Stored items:
....
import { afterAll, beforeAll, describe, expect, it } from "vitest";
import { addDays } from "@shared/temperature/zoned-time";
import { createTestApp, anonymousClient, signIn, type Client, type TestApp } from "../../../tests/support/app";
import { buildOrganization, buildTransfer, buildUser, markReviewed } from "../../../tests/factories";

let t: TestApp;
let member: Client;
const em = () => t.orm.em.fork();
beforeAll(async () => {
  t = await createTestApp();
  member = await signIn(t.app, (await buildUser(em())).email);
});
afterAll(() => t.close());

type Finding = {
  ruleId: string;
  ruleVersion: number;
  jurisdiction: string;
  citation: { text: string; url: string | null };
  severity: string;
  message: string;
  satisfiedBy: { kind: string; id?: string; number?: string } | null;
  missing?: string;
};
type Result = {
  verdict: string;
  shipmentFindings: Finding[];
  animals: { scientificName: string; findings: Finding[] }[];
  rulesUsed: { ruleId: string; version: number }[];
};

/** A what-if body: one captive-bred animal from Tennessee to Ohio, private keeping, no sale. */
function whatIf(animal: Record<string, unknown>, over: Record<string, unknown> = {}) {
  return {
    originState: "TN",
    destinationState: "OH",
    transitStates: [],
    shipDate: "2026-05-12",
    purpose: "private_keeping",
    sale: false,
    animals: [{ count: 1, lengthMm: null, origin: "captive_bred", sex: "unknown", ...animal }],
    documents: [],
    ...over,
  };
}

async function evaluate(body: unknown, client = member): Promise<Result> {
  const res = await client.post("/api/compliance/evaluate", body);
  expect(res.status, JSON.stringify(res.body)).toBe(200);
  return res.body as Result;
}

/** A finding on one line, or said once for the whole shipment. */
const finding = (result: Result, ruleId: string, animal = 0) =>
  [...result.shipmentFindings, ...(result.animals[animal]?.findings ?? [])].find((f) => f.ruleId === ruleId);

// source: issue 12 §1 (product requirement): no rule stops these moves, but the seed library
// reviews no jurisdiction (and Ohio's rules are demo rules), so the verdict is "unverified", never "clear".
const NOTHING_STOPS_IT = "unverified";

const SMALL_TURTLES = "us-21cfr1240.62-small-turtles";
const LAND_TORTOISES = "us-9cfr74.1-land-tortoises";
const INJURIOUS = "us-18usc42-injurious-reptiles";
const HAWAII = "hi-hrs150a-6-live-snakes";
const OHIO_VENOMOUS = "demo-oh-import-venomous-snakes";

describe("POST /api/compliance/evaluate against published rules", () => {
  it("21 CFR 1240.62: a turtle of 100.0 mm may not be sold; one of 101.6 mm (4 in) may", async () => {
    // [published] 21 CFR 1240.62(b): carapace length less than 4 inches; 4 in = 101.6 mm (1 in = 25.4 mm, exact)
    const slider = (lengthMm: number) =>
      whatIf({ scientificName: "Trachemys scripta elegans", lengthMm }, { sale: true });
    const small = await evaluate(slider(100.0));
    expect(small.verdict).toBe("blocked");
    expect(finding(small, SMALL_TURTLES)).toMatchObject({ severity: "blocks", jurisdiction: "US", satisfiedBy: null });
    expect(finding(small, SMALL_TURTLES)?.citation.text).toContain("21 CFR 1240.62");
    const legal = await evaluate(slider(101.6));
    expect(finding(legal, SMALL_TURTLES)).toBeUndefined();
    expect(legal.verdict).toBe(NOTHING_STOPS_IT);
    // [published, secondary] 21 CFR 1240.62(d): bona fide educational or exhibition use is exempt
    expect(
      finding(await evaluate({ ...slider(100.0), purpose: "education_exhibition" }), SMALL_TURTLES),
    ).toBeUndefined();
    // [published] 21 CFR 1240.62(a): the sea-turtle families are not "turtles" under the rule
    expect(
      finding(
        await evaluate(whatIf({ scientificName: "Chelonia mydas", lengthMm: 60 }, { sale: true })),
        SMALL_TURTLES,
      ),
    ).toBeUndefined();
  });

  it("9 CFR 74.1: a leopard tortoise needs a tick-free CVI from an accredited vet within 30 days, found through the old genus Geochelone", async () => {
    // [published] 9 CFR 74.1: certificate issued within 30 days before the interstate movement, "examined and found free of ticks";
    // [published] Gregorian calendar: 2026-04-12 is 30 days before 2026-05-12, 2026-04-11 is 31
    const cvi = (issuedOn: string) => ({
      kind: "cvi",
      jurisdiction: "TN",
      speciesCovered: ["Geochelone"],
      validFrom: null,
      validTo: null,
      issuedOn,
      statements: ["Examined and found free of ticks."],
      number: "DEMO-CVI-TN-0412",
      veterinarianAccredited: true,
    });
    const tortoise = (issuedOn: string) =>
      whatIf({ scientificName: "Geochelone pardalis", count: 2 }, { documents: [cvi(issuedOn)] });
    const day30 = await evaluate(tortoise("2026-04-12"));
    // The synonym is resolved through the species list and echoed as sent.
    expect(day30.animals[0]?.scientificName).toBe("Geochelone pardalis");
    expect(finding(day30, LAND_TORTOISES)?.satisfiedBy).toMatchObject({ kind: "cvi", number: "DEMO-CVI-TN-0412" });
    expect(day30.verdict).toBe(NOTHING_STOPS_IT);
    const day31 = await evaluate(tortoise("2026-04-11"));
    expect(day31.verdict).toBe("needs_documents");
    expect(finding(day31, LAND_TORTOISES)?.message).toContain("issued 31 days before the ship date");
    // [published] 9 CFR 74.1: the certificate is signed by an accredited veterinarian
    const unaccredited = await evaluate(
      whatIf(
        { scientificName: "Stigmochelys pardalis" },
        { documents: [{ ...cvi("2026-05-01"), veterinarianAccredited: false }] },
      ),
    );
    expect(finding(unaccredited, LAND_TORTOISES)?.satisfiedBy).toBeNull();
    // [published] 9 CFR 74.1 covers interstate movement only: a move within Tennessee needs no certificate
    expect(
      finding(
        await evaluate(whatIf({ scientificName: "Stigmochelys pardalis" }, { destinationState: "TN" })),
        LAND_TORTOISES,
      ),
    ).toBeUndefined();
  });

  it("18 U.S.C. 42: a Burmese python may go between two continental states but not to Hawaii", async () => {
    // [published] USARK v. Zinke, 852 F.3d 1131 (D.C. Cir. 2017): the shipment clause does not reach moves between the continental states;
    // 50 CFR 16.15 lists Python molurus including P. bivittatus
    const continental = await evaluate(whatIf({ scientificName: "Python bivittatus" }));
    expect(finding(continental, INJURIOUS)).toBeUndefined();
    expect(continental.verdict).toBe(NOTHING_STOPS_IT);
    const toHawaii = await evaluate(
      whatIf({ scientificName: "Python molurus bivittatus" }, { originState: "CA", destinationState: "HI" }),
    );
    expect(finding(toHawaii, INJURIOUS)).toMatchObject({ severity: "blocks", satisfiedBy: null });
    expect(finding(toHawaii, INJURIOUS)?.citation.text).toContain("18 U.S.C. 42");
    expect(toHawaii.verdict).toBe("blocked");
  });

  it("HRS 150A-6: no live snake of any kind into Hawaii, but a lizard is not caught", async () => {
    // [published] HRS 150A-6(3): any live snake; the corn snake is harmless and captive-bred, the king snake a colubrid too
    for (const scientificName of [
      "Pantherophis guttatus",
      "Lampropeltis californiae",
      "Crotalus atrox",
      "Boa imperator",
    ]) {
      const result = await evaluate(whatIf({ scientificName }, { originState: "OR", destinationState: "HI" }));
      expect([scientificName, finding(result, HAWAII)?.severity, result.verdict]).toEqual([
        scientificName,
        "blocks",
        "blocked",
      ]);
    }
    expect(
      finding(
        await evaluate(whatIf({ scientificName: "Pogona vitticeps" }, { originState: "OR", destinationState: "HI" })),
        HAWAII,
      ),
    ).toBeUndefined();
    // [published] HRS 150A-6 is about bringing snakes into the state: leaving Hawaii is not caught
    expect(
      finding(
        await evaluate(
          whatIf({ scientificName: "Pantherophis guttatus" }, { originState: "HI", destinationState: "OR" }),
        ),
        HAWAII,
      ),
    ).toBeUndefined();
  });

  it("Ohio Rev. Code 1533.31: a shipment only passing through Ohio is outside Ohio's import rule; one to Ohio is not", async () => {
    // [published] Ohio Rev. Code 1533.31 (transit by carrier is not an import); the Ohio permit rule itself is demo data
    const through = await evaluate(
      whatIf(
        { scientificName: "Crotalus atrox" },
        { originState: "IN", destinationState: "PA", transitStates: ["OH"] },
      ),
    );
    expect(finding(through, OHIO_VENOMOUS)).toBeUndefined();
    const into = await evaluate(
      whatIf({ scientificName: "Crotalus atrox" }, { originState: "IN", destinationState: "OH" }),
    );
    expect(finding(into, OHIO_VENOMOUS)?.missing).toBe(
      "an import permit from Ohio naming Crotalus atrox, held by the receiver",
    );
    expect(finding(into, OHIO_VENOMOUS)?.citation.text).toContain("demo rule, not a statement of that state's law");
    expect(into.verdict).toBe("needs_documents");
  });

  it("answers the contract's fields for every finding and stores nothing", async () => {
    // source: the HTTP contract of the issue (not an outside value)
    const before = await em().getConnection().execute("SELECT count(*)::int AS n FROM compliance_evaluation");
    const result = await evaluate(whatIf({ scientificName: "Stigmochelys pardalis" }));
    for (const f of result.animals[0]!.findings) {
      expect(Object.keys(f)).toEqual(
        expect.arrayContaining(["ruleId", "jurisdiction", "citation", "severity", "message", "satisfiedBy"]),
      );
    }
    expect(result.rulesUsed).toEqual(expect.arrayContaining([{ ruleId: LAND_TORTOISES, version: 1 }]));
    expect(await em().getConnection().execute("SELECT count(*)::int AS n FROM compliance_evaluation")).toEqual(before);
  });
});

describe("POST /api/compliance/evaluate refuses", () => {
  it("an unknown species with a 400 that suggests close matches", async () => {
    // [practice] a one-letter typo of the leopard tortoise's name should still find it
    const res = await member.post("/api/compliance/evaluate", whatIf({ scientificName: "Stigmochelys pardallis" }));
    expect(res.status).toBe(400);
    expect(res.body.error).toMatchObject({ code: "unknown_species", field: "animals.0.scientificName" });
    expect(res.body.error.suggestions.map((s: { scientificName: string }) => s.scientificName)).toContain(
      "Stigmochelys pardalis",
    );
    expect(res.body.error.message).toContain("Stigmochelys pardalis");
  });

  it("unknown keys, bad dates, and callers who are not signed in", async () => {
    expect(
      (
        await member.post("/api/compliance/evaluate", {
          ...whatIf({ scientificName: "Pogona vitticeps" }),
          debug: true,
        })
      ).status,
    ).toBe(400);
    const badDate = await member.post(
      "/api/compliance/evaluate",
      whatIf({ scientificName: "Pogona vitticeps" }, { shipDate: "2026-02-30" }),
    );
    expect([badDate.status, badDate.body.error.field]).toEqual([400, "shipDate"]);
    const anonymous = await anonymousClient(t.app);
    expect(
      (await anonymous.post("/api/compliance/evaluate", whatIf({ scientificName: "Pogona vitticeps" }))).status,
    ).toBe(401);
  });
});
....
-- YOUR GOAL --
The lines above that hold the word "bivittatus" are the ones to copy.

-- SOLUTION FOR THIS TASK --
    // 50 CFR 16.15 lists Python molurus including P. bivittatus
    const continental = await evaluate(whatIf({ scientificName: "Python bivittatus" }));
      whatIf({ scientificName: "Python molurus bivittatus" }, { originState: "CA", destinationState: "HI" }),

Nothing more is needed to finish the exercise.